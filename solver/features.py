"""What is kept of each realization: the vectors that the accumulators add up."""

import numpy as np
from scipy import fft

from solver.grid import Field, Grid, Real
from solver.kernels import domain_counts
from solver.statistics import CONTRAST_BINS, DURATION_BINS, Layout


def moments(intensity: Real) -> Real:
    """Time means of I1, I2, I1², I2², I1·I2; shape (realizations, 5)."""
    first, second = intensity[:, 0], intensity[:, 1]
    products = [first, second, first**2, second**2, first * second]
    return np.stack([product.mean(axis=1) for product in products], axis=1)


def raw_correlations(intensity: Real, layout: Layout) -> Real:
    """Time means ⟨I_j(t) I_k(t+τ)⟩ at the layout's lags.

    intensity: W, shape (realizations, 2, samples) on any time step of the layout's window.
    Shape (realizations, 4·lags + 3): auto 1 and auto 2 at lags ≥ 0, cross at signed lags.
    """
    samples = intensity.shape[2]
    spectrum = fft.rfft(intensity)
    first, second = spectrum[:, 0], spectrum[:, 1]
    stride = layout.lag_stride * (samples // layout.grid.samples)
    positive = np.arange(layout.lags + 1) * stride
    signed = np.arange(-layout.lags, layout.lags + 1) * stride

    def correlate(density: Field, lags: np.ndarray) -> Real:
        return np.asarray(fft.irfft(density, n=samples)[:, lags] / samples)

    return np.concatenate(
        [
            correlate(np.abs(first) ** 2, positive),
            correlate(np.abs(second) ** 2, positive),
            correlate(first.conj() * second, signed),
        ],
        axis=1,
    )


def domain_features(intensity: Real, grid: Grid, layout: Layout) -> tuple[Real, Real]:
    """Walls and durations, shape (realizations, 1 + DURATION_BINS); contrast densities.

    A wall is a sign change of the contrast of running means over the layout's smoothing.
    """
    width = max(1, round(layout.wall_smoothing_ps / grid.time_step_ps))
    counts = np.zeros((len(intensity), CONTRAST_BINS))
    walls = np.zeros((len(intensity), 1 + DURATION_BINS))
    longest = layout.longest_duration_ps / grid.time_step_ps
    domain_counts(intensity, width, longest, counts, walls)
    return walls, counts * (CONTRAST_BINS / 2 / grid.samples)


def power_densities(field: Field, layout: Layout) -> Real:
    """Spectra of both components on the layout's bins, W/GHz; (realizations, 2·bins).

    field: √W, shape (realizations, 2, samples) on any time step of the layout's window; what
    lies beyond the axis, on a finer one, is left out.
    """
    samples, kept = field.shape[2], layout.grid.samples
    spectrum = fft.fft(field, norm="forward")
    density = np.zeros((*field.shape[:2], kept))
    half = min(samples, kept) // 2
    for part in (slice(0, half), slice(-half, None)):
        density[..., part] = np.abs(spectrum[..., part]) ** 2
    density = layout.grid.by_offset(density) * (layout.grid.window_ps / 1e3)
    binned = density.reshape(*density.shape[:2], layout.frequency_bins, -1).mean(axis=3)
    return np.asarray(binned.reshape(len(field), -1))


def features(
    layout: Layout,
    launched: Field,
    arrived: Field,
    detected: Real,
    distance_moments: Real,
) -> tuple[Real, Real]:
    """Feature vectors of realizations for :class:`Blocks` and :class:`Means`.

    launched, arrived: fields at both ends of the line, √W, (realizations, 2, samples), each on
    any time step of the layout's window; detected: intensities after the receiver, W, on the
    layout's time step or a finer one; distance_moments: (realizations, distances, 5) after the
    receiver.
    """
    grid = Grid(detected.shape[2], layout.grid.window_ps / detected.shape[2])
    walls, contrast = domain_features(detected, grid, layout)
    rows = len(arrived)
    blocks = np.concatenate(
        [distance_moments.reshape(rows, -1), raw_correlations(detected, layout), walls], axis=1
    )
    powers = [np.mean(f.real**2 + f.imag**2, axis=2) for f in (launched, arrived)]
    linear = np.concatenate(
        [
            *powers,
            contrast,
            power_densities(launched, layout),
            power_densities(arrived, layout),
        ],
        axis=1,
    )
    return blocks, linear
■ ■ ■ ■ ■
__WORK ORDER__. Would you reproduce all the entries exactly?

__ANSWER BOX__.
filename solver/features.py
"""What is kept of each realization: the vectors that the accumulators add up."""

import numpy as np
from scipy import fft

from solver.grid import Field, Grid, Real
from solver.kernels import domain_counts
from solver.statistics import CONTRAST_BINS, DURATION_BINS, Layout


def moments(intensity: Real) -> Real:
    """Time means of I1, I2, I1², I2², I1·I2; shape (realizations, 5)."""
    first, second = intensity[:, 0], intensity[:, 1]
    products = [first, second, first**2, second**2, first * second]
    return np.stack([product.mean(axis=1) for product in products], axis=1)


def raw_correlations(intensity: Real, layout: Layout) -> Real:
    """Time means ⟨I_j(t) I_k(t+τ)⟩ at the layout's lags.

    intensity: W, shape (realizations, 2, samples) on any time step of the layout's window.
    Shape (realizations, 4·lags + 3): auto 1 and auto 2 at lags ≥ 0, cross at signed lags.
    """
    samples = intensity.shape[2]
    spectrum = fft.rfft(intensity)
    first, second = spectrum[:, 0], spectrum[:, 1]
    stride = layout.lag_stride * (samples // layout.grid.samples)
    positive = np.arange(layout.lags + 1) * stride
    signed = np.arange(-layout.lags, layout.lags + 1) * stride

    def correlate(density: Field, lags: np.ndarray) -> Real:
        return np.asarray(fft.irfft(density, n=samples)[:, lags] / samples)

    return np.concatenate(
        [
            correlate(np.abs(first) ** 2, positive),
            correlate(np.abs(second) ** 2, positive),
            correlate(first.conj() * second, signed),
        ],
        axis=1,
    )


def domain_features(intensity: Real, grid: Grid, layout: Layout) -> tuple[Real, Real]:
    """Walls and durations, shape (realizations, 1 + DURATION_BINS); contrast densities.

    A wall is a sign change of the contrast of running means over the layout's smoothing.
    """
    width = max(1, round(layout.wall_smoothing_ps / grid.time_step_ps))
    counts = np.zeros((len(intensity), CONTRAST_BINS))
    walls = np.zeros((len(intensity), 1 + DURATION_BINS))
    longest = layout.longest_duration_ps / grid.time_step_ps
    domain_counts(intensity, width, longest, counts, walls)
    return walls, counts * (CONTRAST_BINS / 2 / grid.samples)


def power_densities(field: Field, layout: Layout) -> Real:
    """Spectra of both components on the layout's bins, W/GHz; (realizations, 2·bins).

    field: √W, shape (realizations, 2, samples) on any time step of the layout's window; what
    lies beyond the axis, on a finer one, is left out.
    """
    samples, kept = field.shape[2], layout.grid.samples
    spectrum = fft.fft(field, norm="forward")
    density = np.zeros((*field.shape[:2], kept))
    half = min(samples, kept) // 2
    for part in (slice(0, half), slice(-half, None)):
        density[..., part] = np.abs(spectrum[..., part]) ** 2
    density = layout.grid.by_offset(density) * (layout.grid.window_ps / 1e3)
    binned = density.reshape(*density.shape[:2], layout.frequency_bins, -1).mean(axis=3)
    return np.asarray(binned.reshape(len(field), -1))


def features(
    layout: Layout,
    launched: Field,
    arrived: Field,
    detected: Real,
    distance_moments: Real,
) -> tuple[Real, Real]:
    """Feature vectors of realizations for :class:`Blocks` and :class:`Means`.

    launched, arrived: fields at both ends of the line, √W, (realizations, 2, samples), each on
    any time step of the layout's window; detected: intensities after the receiver, W, on the
    layout's time step or a finer one; distance_moments: (realizations, distances, 5) after the
    receiver.
    """
    grid = Grid(detected.shape[2], layout.grid.window_ps / detected.shape[2])
    walls, contrast = domain_features(detected, grid, layout)
    rows = len(arrived)
    blocks = np.concatenate(
        [distance_moments.reshape(rows, -1), raw_correlations(detected, layout), walls], axis=1
    )
    powers = [np.mean(f.real**2 + f.imag**2, axis=2) for f in (launched, arrived)]
    linear = np.concatenate(
        [
            *powers,
            contrast,
            power_densities(launched, layout),
            power_densities(arrived, layout),
        ],
        axis=1,
    )
    return blocks, linear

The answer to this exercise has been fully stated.